Please tally the lines in the material below that contain the word "field", and give the count only.

Available data:

═══

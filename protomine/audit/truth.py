"""Held-out truth labels: the CSV reader and the matching of truth rows to stored objects.

The CSV (shared/spec/capture-format.md) has a header and one of two forms:

    object,label[,yaw_deg]              keyed by object id ("<capture>/<mask id>" or the tool's own id)
    capture,x,y,z,label[,yaw_deg]       keyed by a world point (metres, the capture's world frame),
                                        matched to the nearest object centre of that capture within a radius

Conventions: ``row`` numbers are 1-based file line numbers (the header is line 1), so messages point at
the line a user sees in an editor.  yaw_deg is optional per row (an empty cell means "no yaw").  Optional
columns qx,qy,qz,qw give a full truth pose: the unit quaternion (scalar last) of R with x_world = R x + t from
the labeller's own frame of the object to the capture's world frame (empty cells: no rotation); the audit
then measures pose consistency by the rotation error instead of the yaw error.
Problems with the file (a wrong header, bad numbers, empty labels, an object labelled twice) raise
:class:`protomine.errors.InputError` naming the file, row and column.  Rows naming an unknown object id or
capture, point rows with no object within the radius, and point rows whose nearest object was claimed by a
nearer row are returned as unmatched with the reason, never dropped; only when no row matches at all does
an unknown id or capture stop the audit (naming the first such row).
Columns other than the ones above are ignored, so a filled-in labelling sheet (:mod:`.plan`) is read as is.
"""
from __future__ import annotations

import csv
import math
from dataclasses import dataclass, field
from pathlib import Path

import numpy as np

from ..errors import InputError

__all__ = ["TruthRow", "ObjectTable", "TruthMatch", "read_truth", "match_truth"]

OBJECT_COLUMNS = ("object", "label")
POINT_COLUMNS = ("capture", "x", "y", "z", "label")
QUATERNION = ("qx", "qy", "qz", "qw")


@dataclass(frozen=True)
class TruthRow:
    """One held-out label.  Exactly one of ``object`` or (``capture``, ``point``) is set.

    row: 1-based line number in the CSV.  point: (3,) world coordinates in metres.  yaw_deg: in [0, 360) or None.
    """

    row: int
    label: str
    object: str | None = None
    capture: str | None = None
    point: tuple[float, float, float] | None = None
    yaw_deg: float | None = None
    rotation: tuple[float, float, float, float] | None = None   # [qx, qy, qz, qw], scalar last

    @property
    def key(self) -> str:
        """How the row names its object, for listings: the id, or ``capture@(x, y, z)``."""
        if self.object is not None:
            return self.object
        return f"{self.capture}@({self.point[0]:.3f}, {self.point[1]:.3f}, {self.point[2]:.3f})"


@dataclass
class ObjectTable:
    """The stored objects truth rows can refer to.

    ids: (N,) object ids.  captures: (N,) capture folder names.  centres: (N, 3) world-space centres (metres).
    bases: optional (N, 3) base centres on the support plane.  With them a truth point is compared with the
    object's vertical axis from its base to its top (2 centre - base), so a point given at the base, the
    middle or the top of an object all match it; without them, with the centre.
    """

    ids: np.ndarray
    captures: np.ndarray
    centres: np.ndarray
    bases: np.ndarray | None = None

    def __post_init__(self) -> None:
        self.ids = np.asarray(self.ids, dtype=str)
        self.captures = np.asarray(self.captures, dtype=str)
        self.centres = np.asarray(self.centres, dtype=np.float64).reshape(-1, 3)
        n = self.ids.shape[0]
        if self.ids.ndim != 1 or self.captures.shape != (n,) or self.centres.shape != (n, 3):
            raise ValueError(f"ids (N,), captures (N,), centres (N, 3) must agree, got "
                             f"{self.ids.shape}, {self.captures.shape}, {self.centres.shape}")
        if len(set(self.ids.tolist())) != n:
            raise ValueError("object ids must be unique")
        if self.bases is not None:
            self.bases = np.asarray(self.bases, dtype=np.float64).reshape(-1, 3)
            if self.bases.shape != (n, 3):
                raise ValueError(f"bases must be (N, 3) like centres, got {self.bases.shape}")

    def distance_to(self, idx: np.ndarray, point: np.ndarray) -> np.ndarray:
        """(len(idx),) distances from ``point`` (3,) to the objects ``idx`` (axis segment or centre)."""
        p = np.asarray(point, dtype=np.float64)
        if self.bases is None:
            return np.linalg.norm(self.centres[idx] - p, axis=1)
        a = self.bases[idx]
        ab = 2.0 * (self.centres[idx] - a)                      # base -> top
        t = np.clip(np.einsum("ij,ij->i", p - a, ab) / np.maximum(np.einsum("ij,ij->i", ab, ab), 1e-12), 0.0, 1.0)
        return np.linalg.norm(a + t[:, None] * ab - p, axis=1)


@dataclass
class TruthMatch:
    """Result of matching truth rows to objects.

    object_index: (M,) index into the ObjectTable of each matched row.  rows: the M matched TruthRows, same order.
    distance_m: (M,) distance from the truth point to the matched centre (0 for id rows).
    unmatched: [(TruthRow, reason)].  unlabelled: (U,) indices of objects no truth row matched.
    """

    object_index: np.ndarray
    rows: list[TruthRow]
    distance_m: np.ndarray
    unmatched: list[tuple[TruthRow, str]] = field(default_factory=list)
    unlabelled: np.ndarray = field(default_factory=lambda: np.zeros(0, dtype=np.int64))


# --- reading --------------------------------------------------------------------------------

def _number(path: Path, line: int, column: str, text: str) -> float:
    try:
        value = float(text)
    except ValueError:
        raise InputError(path, f"row {line}, column {column}", f"expected a number, got {text!r}") from None
    if not math.isfinite(value):
        raise InputError(path, f"row {line}, column {column}", f"expected a finite number, got {text!r}")
    return value


def object_table(store) -> ObjectTable:
    """The ObjectTable of an object store (ids, captures, centres and base centres)."""
    o = store.objects
    return ObjectTable(np.asarray(o["id"], dtype=str), np.asarray(o["capture"], dtype=str),
                       np.asarray(o["center"], dtype=np.float64), np.asarray(o["origin"], dtype=np.float64))


def read_truth(path: str | Path) -> list[TruthRow]:
    """Parse a truth CSV (either form) into TruthRows, in file order."""
    path = Path(path)
    if not path.is_file():
        raise InputError(path, None, "truth CSV not found")
    try:
        text = path.read_text(encoding="utf-8-sig")   # tolerate a spreadsheet's byte-order mark
    except UnicodeDecodeError as e:
        raise InputError(path, None, f"not UTF-8 text ({e})") from None
    reader = csv.reader(text.splitlines())
    header = next(reader, None)
    if header is None:
        raise InputError(path, "header", "empty file; expected a header 'object,label[,yaw_deg]' or 'capture,x,y,z,label[,yaw_deg]'")
    header = [h.strip() for h in header]
    return _read_rows(path, header, reader)


def _read_rows(path: Path, header: list[str], reader) -> list[TruthRow]:
    if "object" in header:
        need, by_object = OBJECT_COLUMNS, True
    elif "capture" in header:
        need, by_object = POINT_COLUMNS, False
    else:
        raise InputError(path, "header", f"expected columns 'object,label[,yaw_deg]' or 'capture,x,y,z,label[,yaw_deg]', got {','.join(header)!r}")
    missing = [c for c in need if c not in header]
    if missing:
        raise InputError(path, "header", f"missing column(s) {', '.join(missing)} (found {','.join(header)!r})")
    dup = sorted({h for h in header if header.count(h) > 1})
    if dup:
        raise InputError(path, "header", f"repeated column(s) {', '.join(dup)}")
    col = {h: i for i, h in enumerate(header)}
    rows: list[TruthRow] = []
    seen: dict[str, int] = {}
    for line, cells in enumerate(reader, start=2):
        if not cells or all(not c.strip() for c in cells):
            continue                                  # blank lines are allowed (editors add them)
        if len(cells) != len(header):
            raise InputError(path, f"row {line}", f"expected {len(header)} cells like the header, got {len(cells)}")
        cell = {h: cells[i].strip() for h, i in col.items()}
        label = cell["label"]
        if not label:
            raise InputError(path, f"row {line}, column label", "empty label (fill it in or delete the row)")
        yaw = None
        if cell.get("yaw_deg"):
            yaw = _number(path, line, "yaw_deg", cell["yaw_deg"]) % 360.0
        q = None
        if all(cell.get(c) for c in QUATERNION):
            q = tuple(_number(path, line, c, cell[c]) for c in QUATERNION)
            if not 0.5 < math.sqrt(sum(v * v for v in q)) < 1.5:
                raise InputError(path, f"row {line}, columns qx,qy,qz,qw", f"expected a unit quaternion, got {q}")
        if by_object:
            obj = cell["object"]
            if not obj:
                raise InputError(path, f"row {line}, column object", "empty object id")
            if obj in seen:
                raise InputError(path, f"row {line}, column object", f"object {obj!r} already labelled in row {seen[obj]}")
            seen[obj] = line
            rows.append(TruthRow(row=line, label=label, object=obj, yaw_deg=yaw, rotation=q))
        else:
            if not cell["capture"]:
                raise InputError(path, f"row {line}, column capture", "empty capture name")
            point = tuple(_number(path, line, c, cell[c]) for c in ("x", "y", "z"))
            rows.append(TruthRow(row=line, label=label, capture=cell["capture"], point=point, yaw_deg=yaw, rotation=q))
    return rows


# --- matching -------------------------------------------------------------------------------

def match_truth(rows: list[TruthRow], objects: ObjectTable, *, radius_m: float,
                path: str | Path | None = None) -> TruthMatch:
    """Match truth rows to objects: id rows by id, point rows to the nearest centre of their capture.

    A point row matches only within ``radius_m``; when two point rows pick the same object, the nearer
    one wins and the other is reported unmatched.  Rows naming an unknown object id or capture are
    reported unmatched; if no row matches at all, the first of them raises InputError (``path`` names the
    CSV in the message).
    """
    if not radius_m > 0:
        raise ValueError(f"radius_m must be > 0, got {radius_m}")
    return _match_truth(rows, objects, radius_m, path)


def _match_truth(rows, objects, radius_m, path) -> TruthMatch:
    index = {oid: i for i, oid in enumerate(objects.ids.tolist())}
    known_captures = set(objects.captures.tolist())
    # candidate (object index, distance) per row; point rows may still be displaced by a nearer row
    claims: dict[int, tuple[float, int]] = {}
    unmatched: list[tuple[TruthRow, str]] = []
    unknown: list[tuple[str, TruthRow, str]] = []          # (column, row, message) of unknown ids/captures
    for r, tr in enumerate(rows):
        if tr.object is not None:
            if tr.object not in index:
                why = f"unknown object id {tr.object!r} (not in the object store; {len(index)} objects known)"
                unknown.append(("object", tr, why))
                unmatched.append((tr, why))
                continue
            i, d = index[tr.object], 0.0
        else:
            if tr.capture not in known_captures:
                why = f"unknown capture {tr.capture!r} (known: {', '.join(sorted(known_captures)[:10])})"
                unknown.append(("capture", tr, why))
                unmatched.append((tr, why))
                continue
            cand = np.flatnonzero(objects.captures == tr.capture)
            dist = objects.distance_to(cand, tr.point)
            j = int(dist.argmin())
            i, d = int(cand[j]), float(dist[j])
            if d > radius_m:
                unmatched.append((tr, f"no object of capture {tr.capture!r} within {radius_m:g} m (nearest {objects.ids[i]} at {d:.3f} m)"))
                continue
        if i in claims:
            d_old, r_old = claims[i]
            loser, winner = (r, r_old) if d >= d_old else (r_old, r)
            unmatched.append((rows[loser], f"object {objects.ids[i]} already matched by nearer row {rows[winner].row}"))
            if winner == r_old:
                continue
        claims[i] = (d, r)
    if unknown and not claims:
        column, tr, why = unknown[0]
        raise InputError(path, f"row {tr.row}, column {column}",
                         f"{why}; no row of the file matches an object ({len(unknown)} unknown)")
    order = sorted(claims.items(), key=lambda kv: kv[1][1])       # keep file order
    obj_idx = np.array([i for i, _ in order], dtype=np.int64)
    unlabelled = np.setdiff1d(np.arange(objects.ids.shape[0]), obj_idx)
    return TruthMatch(
        object_index=obj_idx,
        rows=[rows[r] for _, (_, r) in order],
        distance_m=np.array([d for _, (d, _) in order], dtype=np.float64),
        unmatched=sorted(unmatched, key=lambda u: u[0].row),
        unlabelled=unlabelled,
    )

═══

Result of this exercise: 3